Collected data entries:
........

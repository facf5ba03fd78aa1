import type { ShownProject } from '../operations/put-project.ts'
import type { CapNode, RecordSums } from '../operations/read-many.ts'
import type { ShownJob } from '../operations/show-job.ts'
import type { ShownRecord } from '../operations/show-record.ts'
import type { showNeighbours } from '../operations/shown-rows.ts'
import type { Connection } from './connection.ts'

/** What resolvers hand on for the types whose fields are asked for one by one. */
export type ProjectConnectionNode = Connection<ShownProject>
export type AssessmentConnectionNode = Connection<ShownRecord> & { readonly sums: () => Promise<RecordSums> }
export type CapConnectionNode = Connection<CapNode>
export type NeighbourConnectionNode = Connection<ReturnType<typeof showNeighbours>>
export type JobConnectionNode = Connection<ShownJob>
export type AggregateNode = { readonly record: string }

........

TASK DIRECTIONS
Starting with the line that contains "export type NeighbourConnectionNode", restate every line through the end of the records above, exactly and with no other lines.

REPLY TO THE EXERCISE
export type NeighbourConnectionNode = Connection<ReturnType<typeof showNeighbours>>
export type JobConnectionNode = Connection<ShownJob>
export type AggregateNode = { readonly record: string }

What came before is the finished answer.